Assigned task → Output the data once more, exactly as given.

Dataset entries →
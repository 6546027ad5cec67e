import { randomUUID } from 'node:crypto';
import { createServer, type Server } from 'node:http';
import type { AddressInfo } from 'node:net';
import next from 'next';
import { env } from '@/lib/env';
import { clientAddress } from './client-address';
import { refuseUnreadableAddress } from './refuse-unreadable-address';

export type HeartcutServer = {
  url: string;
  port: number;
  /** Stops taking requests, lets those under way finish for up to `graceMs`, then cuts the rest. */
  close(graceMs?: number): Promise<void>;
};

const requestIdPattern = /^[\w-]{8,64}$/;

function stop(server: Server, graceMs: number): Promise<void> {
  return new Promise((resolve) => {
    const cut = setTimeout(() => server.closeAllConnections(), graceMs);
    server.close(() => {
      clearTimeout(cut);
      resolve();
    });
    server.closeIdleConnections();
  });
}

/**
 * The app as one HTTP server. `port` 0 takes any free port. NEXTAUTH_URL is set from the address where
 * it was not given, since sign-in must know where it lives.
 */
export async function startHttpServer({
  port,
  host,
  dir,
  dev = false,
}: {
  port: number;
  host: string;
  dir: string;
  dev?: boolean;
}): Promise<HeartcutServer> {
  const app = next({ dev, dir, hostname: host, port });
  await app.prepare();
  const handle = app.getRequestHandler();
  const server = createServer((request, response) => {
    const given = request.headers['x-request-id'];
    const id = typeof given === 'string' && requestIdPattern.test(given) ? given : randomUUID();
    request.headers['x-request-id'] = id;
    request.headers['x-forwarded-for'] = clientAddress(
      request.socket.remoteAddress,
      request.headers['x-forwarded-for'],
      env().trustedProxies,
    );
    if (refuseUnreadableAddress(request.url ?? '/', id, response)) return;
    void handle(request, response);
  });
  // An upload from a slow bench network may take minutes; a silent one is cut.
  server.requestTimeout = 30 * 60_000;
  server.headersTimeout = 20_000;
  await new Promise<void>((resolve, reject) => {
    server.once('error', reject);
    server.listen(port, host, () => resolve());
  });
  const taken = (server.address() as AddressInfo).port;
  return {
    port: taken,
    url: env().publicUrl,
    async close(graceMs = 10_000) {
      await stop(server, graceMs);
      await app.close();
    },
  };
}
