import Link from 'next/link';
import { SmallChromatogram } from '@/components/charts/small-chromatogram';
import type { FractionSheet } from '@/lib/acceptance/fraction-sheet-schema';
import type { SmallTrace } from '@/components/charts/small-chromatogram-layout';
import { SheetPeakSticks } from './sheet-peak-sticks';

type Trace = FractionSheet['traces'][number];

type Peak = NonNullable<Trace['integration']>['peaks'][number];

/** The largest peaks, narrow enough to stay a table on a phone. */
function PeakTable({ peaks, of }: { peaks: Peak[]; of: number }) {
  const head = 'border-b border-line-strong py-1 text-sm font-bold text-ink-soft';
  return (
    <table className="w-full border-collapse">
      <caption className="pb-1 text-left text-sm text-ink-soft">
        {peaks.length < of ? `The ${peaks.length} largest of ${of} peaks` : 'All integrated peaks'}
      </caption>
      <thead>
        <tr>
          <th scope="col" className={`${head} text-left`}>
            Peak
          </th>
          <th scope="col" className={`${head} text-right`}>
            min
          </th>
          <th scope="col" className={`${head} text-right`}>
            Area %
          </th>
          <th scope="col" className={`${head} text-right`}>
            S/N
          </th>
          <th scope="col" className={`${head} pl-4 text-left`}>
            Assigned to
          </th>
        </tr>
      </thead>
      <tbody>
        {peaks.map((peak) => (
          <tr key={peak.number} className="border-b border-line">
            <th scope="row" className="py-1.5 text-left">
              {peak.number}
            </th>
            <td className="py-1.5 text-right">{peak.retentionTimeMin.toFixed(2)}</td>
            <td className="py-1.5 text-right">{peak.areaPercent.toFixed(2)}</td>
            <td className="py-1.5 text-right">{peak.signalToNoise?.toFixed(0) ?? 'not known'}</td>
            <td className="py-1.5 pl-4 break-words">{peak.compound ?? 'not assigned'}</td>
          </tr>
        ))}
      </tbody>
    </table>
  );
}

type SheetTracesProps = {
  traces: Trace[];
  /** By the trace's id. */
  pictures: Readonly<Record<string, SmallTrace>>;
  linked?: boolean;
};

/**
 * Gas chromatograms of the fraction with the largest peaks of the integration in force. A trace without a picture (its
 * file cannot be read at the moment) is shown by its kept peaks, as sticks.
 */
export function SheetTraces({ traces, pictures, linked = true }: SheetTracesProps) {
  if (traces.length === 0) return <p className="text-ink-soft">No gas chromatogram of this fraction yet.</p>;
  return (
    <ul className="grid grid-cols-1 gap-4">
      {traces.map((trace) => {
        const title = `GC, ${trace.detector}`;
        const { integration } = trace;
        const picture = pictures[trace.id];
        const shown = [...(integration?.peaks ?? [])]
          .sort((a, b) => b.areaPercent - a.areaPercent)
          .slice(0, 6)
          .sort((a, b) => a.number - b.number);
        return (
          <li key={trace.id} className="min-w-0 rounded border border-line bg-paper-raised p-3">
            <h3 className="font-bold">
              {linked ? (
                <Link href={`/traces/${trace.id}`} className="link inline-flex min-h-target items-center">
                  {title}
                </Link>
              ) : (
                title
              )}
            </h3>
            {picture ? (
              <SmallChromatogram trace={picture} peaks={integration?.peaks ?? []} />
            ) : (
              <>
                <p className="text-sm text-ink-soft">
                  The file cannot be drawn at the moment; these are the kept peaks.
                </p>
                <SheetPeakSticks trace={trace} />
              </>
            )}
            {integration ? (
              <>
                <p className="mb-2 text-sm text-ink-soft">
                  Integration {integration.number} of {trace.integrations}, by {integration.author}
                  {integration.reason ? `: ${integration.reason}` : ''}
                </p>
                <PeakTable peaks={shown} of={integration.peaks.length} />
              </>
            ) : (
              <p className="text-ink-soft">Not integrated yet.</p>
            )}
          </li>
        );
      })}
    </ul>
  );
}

Answer area →
repository 6546027ad5cec67e
import { randomUUID } from 'node:crypto';
import { createServer, type Server } from 'node:http';
import type { AddressInfo } from 'node:net';
import next from 'next';
import { env } from '@/lib/env';
import { clientAddress } from './client-address';
import { refuseUnreadableAddress } from './refuse-unreadable-address';

export type HeartcutServer = {
  url: string;
  port: number;
  /** Stops taking requests, lets those under way finish for up to `graceMs`, then cuts the rest. */
  close(graceMs?: number): Promise<void>;
};

const requestIdPattern = /^[\w-]{8,64}$/;

function stop(server: Server, graceMs: number): Promise<void> {
  return new Promise((resolve) => {
    const cut = setTimeout(() => server.closeAllConnections(), graceMs);
    server.close(() => {
      clearTimeout(cut);
      resolve();
    });
    server.closeIdleConnections();
  });
}

/**
 * The app as one HTTP server. `port` 0 takes any free port. NEXTAUTH_URL is set from the address where
 * it was not given, since sign-in must know where it lives.
 */
export async function startHttpServer({
  port,
  host,
  dir,
  dev = false,
}: {
  port: number;
  host: string;
  dir: string;
  dev?: boolean;
}): Promise<HeartcutServer> {
  const app = next({ dev, dir, hostname: host, port });
  await app.prepare();
  const handle = app.getRequestHandler();
  const server = createServer((request, response) => {
    const given = request.headers['x-request-id'];
    const id = typeof given === 'string' && requestIdPattern.test(given) ? given : randomUUID();
    request.headers['x-request-id'] = id;
    request.headers['x-forwarded-for'] = clientAddress(
      request.socket.remoteAddress,
      request.headers['x-forwarded-for'],
      env().trustedProxies,
    );
    if (refuseUnreadableAddress(request.url ?? '/', id, response)) return;
    void handle(request, response);
  });
  // An upload from a slow bench network may take minutes; a silent one is cut.
  server.requestTimeout = 30 * 60_000;
  server.headersTimeout = 20_000;
  await new Promise<void>((resolve, reject) => {
    server.once('error', reject);
    server.listen(port, host, () => resolve());
  });
  const taken = (server.address() as AddressInfo).port;
  return {
    port: taken,
    url: env().publicUrl,
    async close(graceMs = 10_000) {
      await stop(server, graceMs);
      await app.close();
    },
  };
}
import Link from 'next/link';
import { SmallChromatogram } from '@/components/charts/small-chromatogram';
import type { FractionSheet } from '@/lib/acceptance/fraction-sheet-schema';
import type { SmallTrace } from '@/components/charts/small-chromatogram-layout';
import { SheetPeakSticks } from './sheet-peak-sticks';

type Trace = FractionSheet['traces'][number];

type Peak = NonNullable<Trace['integration']>['peaks'][number];

/** The largest peaks, narrow enough to stay a table on a phone. */
function PeakTable({ peaks, of }: { peaks: Peak[]; of: number }) {
  const head = 'border-b border-line-strong py-1 text-sm font-bold text-ink-soft';
  return (
    <table className="w-full border-collapse">
      <caption className="pb-1 text-left text-sm text-ink-soft">
        {peaks.length < of ? `The ${peaks.length} largest of ${of} peaks` : 'All integrated peaks'}
      </caption>
      <thead>
        <tr>
          <th scope="col" className={`${head} text-left`}>
            Peak
          </th>
          <th scope="col" className={`${head} text-right`}>
            min
          </th>
          <th scope="col" className={`${head} text-right`}>
            Area %
          </th>
          <th scope="col" className={`${head} text-right`}>
            S/N
          </th>
          <th scope="col" className={`${head} pl-4 text-left`}>
            Assigned to
          </th>
        </tr>
      </thead>
      <tbody>
        {peaks.map((peak) => (
          <tr key={peak.number} className="border-b border-line">
            <th scope="row" className="py-1.5 text-left">
              {peak.number}
            </th>
            <td className="py-1.5 text-right">{peak.retentionTimeMin.toFixed(2)}</td>
            <td className="py-1.5 text-right">{peak.areaPercent.toFixed(2)}</td>
            <td className="py-1.5 text-right">{peak.signalToNoise?.toFixed(0) ?? 'not known'}</td>
            <td className="py-1.5 pl-4 break-words">{peak.compound ?? 'not assigned'}</td>
          </tr>
        ))}
      </tbody>
    </table>
  );
}

type SheetTracesProps = {
  traces: Trace[];
  /** By the trace's id. */
  pictures: Readonly<Record<string, SmallTrace>>;
  linked?: boolean;
};

/**
 * Gas chromatograms of the fraction with the largest peaks of the integration in force. A trace without a picture (its
 * file cannot be read at the moment) is shown by its kept peaks, as sticks.
 */
export function SheetTraces({ traces, pictures, linked = true }: SheetTracesProps) {
  if (traces.length === 0) return <p className="text-ink-soft">No gas chromatogram of this fraction yet.</p>;
  return (
    <ul className="grid grid-cols-1 gap-4">
      {traces.map((trace) => {
        const title = `GC, ${trace.detector}`;
        const { integration } = trace;
        const picture = pictures[trace.id];
        const shown = [...(integration?.peaks ?? [])]
          .sort((a, b) => b.areaPercent - a.areaPercent)
          .slice(0, 6)
          .sort((a, b) => a.number - b.number);
        return (
          <li key={trace.id} className="min-w-0 rounded border border-line bg-paper-raised p-3">
            <h3 className="font-bold">
              {linked ? (
                <Link href={`/traces/${trace.id}`} className="link inline-flex min-h-target items-center">
                  {title}
                </Link>
              ) : (
                title
              )}
            </h3>
            {picture ? (
              <SmallChromatogram trace={picture} peaks={integration?.peaks ?? []} />
            ) : (
              <>
                <p className="text-sm text-ink-soft">
                  The file cannot be drawn at the moment; these are the kept peaks.
                </p>
                <SheetPeakSticks trace={trace} />
              </>
            )}
            {integration ? (
              <>
                <p className="mb-2 text-sm text-ink-soft">
                  Integration {integration.number} of {trace.integrations}, by {integration.author}
                  {integration.reason ? `: ${integration.reason}` : ''}
                </p>
                <PeakTable peaks={shown} of={integration.peaks.length} />
              </>
            ) : (
              <p className="text-ink-soft">Not integrated yet.</p>
            )}
          </li>
        );
      })}
    </ul>
  );
}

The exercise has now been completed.